(Saved data entries)
=-=-=-=-=

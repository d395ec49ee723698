/**
 * The way of a tree through review, as pure functions: a command is decided against a state and gives events, events
 * evolve the state. No clock, no database, no ids made here; people are ids, revisions are numbers.
 */

export type ReviewStatus = 'draft' | 'in-review' | 'changes-asked' | 'approved';

interface Common {
  /** number of the newest revision, 0 before the first. */
  revision: number;
  /** newest approved revision: stays readable and citable whatever follows. */
  approved: number | null;
}

export interface UnderReview extends Common {
  status: 'in-review';
  author: string;
  reviewers: readonly string[];
  approvals: readonly string[];
  /** how many of the reviewers must approve. */
  approvalsNeeded: number;
  /** the tree was edited after the revision was frozen. */
  changedSince: boolean;
}

export type ReviewState =
  | (Common & { status: 'draft' })
  | UnderReview
  | (Common & { status: 'changes-asked'; author: string })
  | (Common & { status: 'approved' });

export type ReviewCommand =
  | { type: 'ask-for-review'; by: string; reviewers: readonly string[]; approvalsNeeded: number }
  | { type: 'approve'; by: string; revision: number }
  | { type: 'ask-for-changes'; by: string; revision: number; reason: string }
  | { type: 'withdraw'; by: string; revision: number }
  | { type: 'change-tree' };

export type ReviewEvent =
  | { type: 'revision-superseded'; revision: number }
  | {
      type: 'review-asked';
      revision: number;
      by: string;
      reviewers: readonly string[];
      approvalsNeeded: number;
    }
  | { type: 'approval-given'; revision: number; by: string }
  | { type: 'revision-approved'; revision: number }
  | { type: 'changes-asked'; revision: number; by: string; reason: string }
  | { type: 'revision-withdrawn'; revision: number; by: string }
  | { type: 'tree-changed' };

export type CommandType = ReviewCommand['type'];

/** Which commands each status takes at all. Screens ask it what to offer; `decide` refuses everything else. */
export const TRANSITIONS: Readonly<Record<ReviewStatus, Partial<Record<CommandType, readonly ReviewStatus[]>>>> = {
  draft: { 'ask-for-review': ['in-review'], 'change-tree': ['draft'] },
  'in-review': {
    'ask-for-review': ['in-review'],
    approve: ['in-review', 'approved', 'draft'],
    'ask-for-changes': ['changes-asked'],
    withdraw: ['draft'],
    'change-tree': ['in-review']
  },
  'changes-asked': { 'ask-for-review': ['in-review'], 'change-tree': ['changes-asked'] },
  approved: { 'change-tree': ['draft'] }
};

/** Whether a status takes a command. */
export const accepts = (status: ReviewStatus, command: CommandType): boolean => command in TRANSITIONS[status];

export type WorkflowErrorCode =
  | 'not-now'
  | 'superseded'
  | 'own-revision'
  | 'not-asked'
  | 'already-decided'
  | 'reason-missing'
  | 'too-few-reviewers'
  | 'reviewer-is-author'
  | 'not-author';

/** A command that the state does not allow: why, and what to do. */
export class WorkflowError extends Error {
  constructor(
    readonly code: WorkflowErrorCode,
    message: string,
    readonly cure: string
  ) {
    super(message);
    this.name = 'WorkflowError';
  }
}

export const initialState: ReviewState = { status: 'draft', revision: 0, approved: null };

/**
 * @returns the events that follow from a command
 * @throws WorkflowError when the state does not allow it
 */
export function decide(command: ReviewCommand, state: ReviewState): ReviewEvent[] {
  if ('revision' in command) refuseOutdated(command.revision, state);
  if (!accepts(state.status, command.type)) throw notNow(command.type, state);
  switch (command.type) {
    case 'ask-for-review':
      return askForReview(command, state);
    case 'approve':
      return approve(command, state as UnderReview);
    case 'ask-for-changes':
      return askForChanges(command, state as UnderReview);
    case 'withdraw':
      return withdraw(command, state as UnderReview);
    case 'change-tree':
      return [{ type: 'tree-changed' }];
  }
}

function refuseOutdated(revision: number, state: ReviewState): void {
  if (revision === state.revision) return;
  throw new WorkflowError(
    'superseded',
    `Revision ${revision} was superseded by revision ${state.revision}; a verdict on it no longer counts.`,
    `Look at what changed in revision ${state.revision}, then decide on that one.`
  );
}

function notNow(command: CommandType, state: ReviewState): WorkflowError {
  if (command === 'ask-for-review')
    return new WorkflowError(
      'not-now',
      `Nothing changed since revision ${state.revision} was approved, so there is nothing to review.`,
      'Change the tree first, or cite the approved revision.'
    );
  return new WorkflowError(
    'not-now',
    `Revision ${state.revision} is not under review any more.`,
    'Reload the page to see what happened to it.'
  );
}

function askForReview(command: Extract<ReviewCommand, { type: 'ask-for-review' }>, state: ReviewState): ReviewEvent[] {
  const { by, approvalsNeeded } = command;
  const reviewers = [...new Set(command.reviewers)];
  if (reviewers.includes(by))
    throw new WorkflowError(
      'reviewer-is-author',
      'Whoever asks for a review cannot be its reviewer.',
      'Choose somebody else.'
    );
  if (reviewers.length < Math.max(1, approvalsNeeded))
    throw new WorkflowError(
      'too-few-reviewers',
      `The group asks for ${approvalsNeeded} approval${approvalsNeeded === 1 ? '' : 's'}; ${reviewers.length} reviewer${reviewers.length === 1 ? ' is' : 's are'} named.`,
      'Name more reviewers.'
    );
  const next = { type: 'review-asked', revision: state.revision + 1, by, reviewers, approvalsNeeded } as const;
  return state.status === 'in-review' ? [{ type: 'revision-superseded', revision: state.revision }, next] : [next];
}

function refuseVerdict(by: string, state: UnderReview): void {
  if (by === state.author)
    throw new WorkflowError(
      'own-revision',
      'You made this revision, so somebody else has to judge it.',
      'Wait for the verdict of the reviewers that you asked.'
    );
  if (!state.reviewers.includes(by))
    throw new WorkflowError(
      'not-asked',
      'You were not asked for a verdict on this revision.',
      'Write a remark, or ask the annotator to name you as a reviewer.'
    );
  if (state.approvals.includes(by))
    throw new WorkflowError(
      'already-decided',
      'You have given your verdict on this revision.',
      'Write a remark if you want to add something.'
    );
}

function approve({ by, revision }: { by: string; revision: number }, state: UnderReview): ReviewEvent[] {
  refuseVerdict(by, state);
  const given: ReviewEvent = { type: 'approval-given', revision, by };
  const enough = state.approvals.length + 1 >= state.approvalsNeeded;
  return enough ? [given, { type: 'revision-approved', revision }] : [given];
}

function askForChanges(
  { by, revision, reason }: { by: string; revision: number; reason: string },
  state: UnderReview
): ReviewEvent[] {
  // A reviewer may think better of an approval as long as the revision is open; hence no 'already-decided' here.
  if (!state.approvals.includes(by)) refuseVerdict(by, state);
  if (!reason.trim())
    throw new WorkflowError(
      'reason-missing',
      'Say what has to change.',
      'Write the reason in a sentence or two; it goes to the annotator.'
    );
  return [{ type: 'changes-asked', revision, by, reason: reason.trim() }];
}

function withdraw({ by, revision }: { by: string; revision: number }, state: UnderReview): ReviewEvent[] {
  if (by !== state.author)
    throw new WorkflowError(
      'not-author',
      'Only the person who asked for the review can withdraw it.',
      'Ask that person.'
    );
  return [{ type: 'revision-withdrawn', revision, by }];
}

/** The state after an event. */
export function evolve(state: ReviewState, event: ReviewEvent): ReviewState {
  const { revision, approved } = state;
  switch (event.type) {
    case 'review-asked': {
      const { by: author, reviewers, approvalsNeeded } = event;
      const fresh = { approvals: [], changedSince: false };
      return { status: 'in-review', revision: event.revision, approved, author, reviewers, approvalsNeeded, ...fresh };
    }
    case 'approval-given':
      return state.status === 'in-review' ? { ...state, approvals: [...state.approvals, event.by] } : state;
    case 'revision-approved': {
      // A tree edited while its revision was under review is ahead of what was approved: a draft.
      const ahead = state.status === 'in-review' && state.changedSince;
      return { status: ahead ? 'draft' : 'approved', revision, approved: event.revision };
    }
    case 'changes-asked':
      return state.status === 'in-review'
        ? { status: 'changes-asked', revision, approved, author: state.author }
        : state;
    case 'revision-superseded':
    case 'revision-withdrawn':
      return { status: 'draft', revision, approved };
    case 'tree-changed':
      if (state.status === 'approved') return { status: 'draft', revision, approved };
      return state.status === 'in-review' ? { ...state, changedSince: true } : state;
  }
}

=-=-=-=-=

What the exercise asks
Give the number of lines in the data that include the string "WorkflowErrorCode", please, and nothing else.

Result of this task
2